[Dataset records Boundary: Start]

def _ring(wcs: WCS) -> NDArray[np.float64]:
    """Outline in ICRS: the four corners, or points along the edges where these bend."""
    width, height = wcs.pixel_shape
    t = np.arange(_EDGE_STEPS) / _EDGE_STEPS
    corner = np.array([[0.0, 0.0], [1.0, 0.0], [1.0, 1.0], [0.0, 1.0]])
    edge = np.roll(corner, -1, axis=0) - corner
    unit = (corner[:, None, :] + t[None, :, None] * edge[:, None, :]).reshape(-1, 2)
    # FITS pixel 1 spans 0.5 to 1.5 (FITS 4.0, section 8.1).
    world = wcs.all_pix2world(unit * [width, height] + 0.5, 1)
    if not np.isfinite(world).all():
        raise ValueError("a corner of the image lies off the sky")
    world = world[:, [wcs.wcs.lng, wcs.wcs.lat]]
    vector = lonlat_to_vector(world[:, 0], world[:, 1]).reshape(4, _EDGE_STEPS, 3)
    if _is_straight(vector):
        world = world[::_EDGE_STEPS]
    frame = wcs_to_celestial_frame(wcs)
    if frame.name not in _FRAMES:
        # Others turn with the Earth or the Sun, whose tables the library would fetch.
        raise ValueError(f"positions in the frame {frame.name!r}, expected {', '.join(_FRAMES)}")
    if frame.name != "icrs":
        icrs = SkyCoord(world * units.deg, frame=frame).icrs
        world = np.stack((icrs.ra.deg, icrs.dec.deg), axis=1)
    return np.asarray(world, dtype=float)


def _is_straight(vector: NDArray[np.float64]) -> bool:
    """Tell whether points along edges, shape (4, k, 3), lie on great circles."""
    start = vector[:, 0]
    stop = np.roll(start, -1, axis=0)
    pole = np.cross(start, stop)
    length = np.linalg.norm(pole, axis=1)
    off = np.abs(np.einsum("eki,ei->ek", vector, pole)).max(axis=1)
    # off / length is the sine of the distance from the great circle.
    return bool((off <= _STRAIGHT * length**2).all())


def _check_place(
    frame: _Frame, options: ImageOptions, first: dict[tuple[object, ...], int]
) -> None:
    """Set aside what precedes the event or repeats another file."""
    limit = options.not_before_mjd
    if limit is not None and frame.start_mjd < limit:
        raise _Aside(
            "before the event",
            f"Keyword {options.start!r} is {(limit - frame.start_mjd) * 24:.2f} h before the "
            "event; the image is kept as reference only, so correct the time if it is wrong.",
            options.start,
        )
    same = first.setdefault((frame.start_mjd, frame.band, frame.region), frame.row)
    if same != frame.row:
        raise _Aside(
            "duplicate",
            f"Keyword {options.start!r}, band and footprint are those of file {same}; "
            "take one of the two out.",
            options.start,
        )


def _refuse_if_hopeless(pattern: str, frames: list[_Frame], aside: list[SetAside]) -> None:
    faults = [x for x in aside if x.is_fault]
    if frames or 2 * len(faults) <= len(aside):
        return
    raise LogError(
        f"no file of {len(aside)} can be used; the first fault, in {faults[0].file}: "
        f"{faults[0].detail}",
        file=pattern,
        column=faults[0].column or None,
    )


def _table(
    pattern: str, telescope: str, sha256: str, frames: list[_Frame], aside: list[SetAside]
) -> LogTable:
    def numbers(name: str) -> NDArray[np.float64]:
        return np.array([getattr(x, name) for x in frames], dtype=float)

    def texts(name: str) -> NDArray[np.object_]:
        array = np.empty(len(frames), dtype=object)
        array[:] = [getattr(x, name) for x in frames]
        return array

    duration = numbers("duration_s")
    notes: tuple[str, ...] = ()
    if unknown := int(np.isnan(duration).sum()):
        notes = (
            f"{unknown} of {len(frames)} exposures have no exposure time and count as 0 s long; "
            "name the keyword with duration, or set a default.",
        )
    return LogTable(
        telescope=telescope,
        file=pattern,
        sha256=sha256,
        read=len(frames) + len(aside),
        row=np.array([x.row for x in frames], dtype=np.int64),
        exposure=texts("exposure"),
        ra_deg=numbers("ra_deg"),
        dec_deg=numbers("dec_deg"),
        angle_deg=np.zeros(len(frames)),
        start_mjd=numbers("start_mjd"),
        duration_s=np.nan_to_num(duration, nan=0.0),
        band=texts("band"),
        depth=numbers("depth"),
        extinction=np.full(len(frames), np.nan),
        region=texts("region"),
        set_aside=tuple(aside),
        notes=notes,
    )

[Dataset records Boundary: End]

*Task statement*:
Throughout the material above, find every line holding "region" and copy it.

*Exercise solution*:
    same = first.setdefault((frame.start_mjd, frame.band, frame.region), frame.row)
        region=texts("region"),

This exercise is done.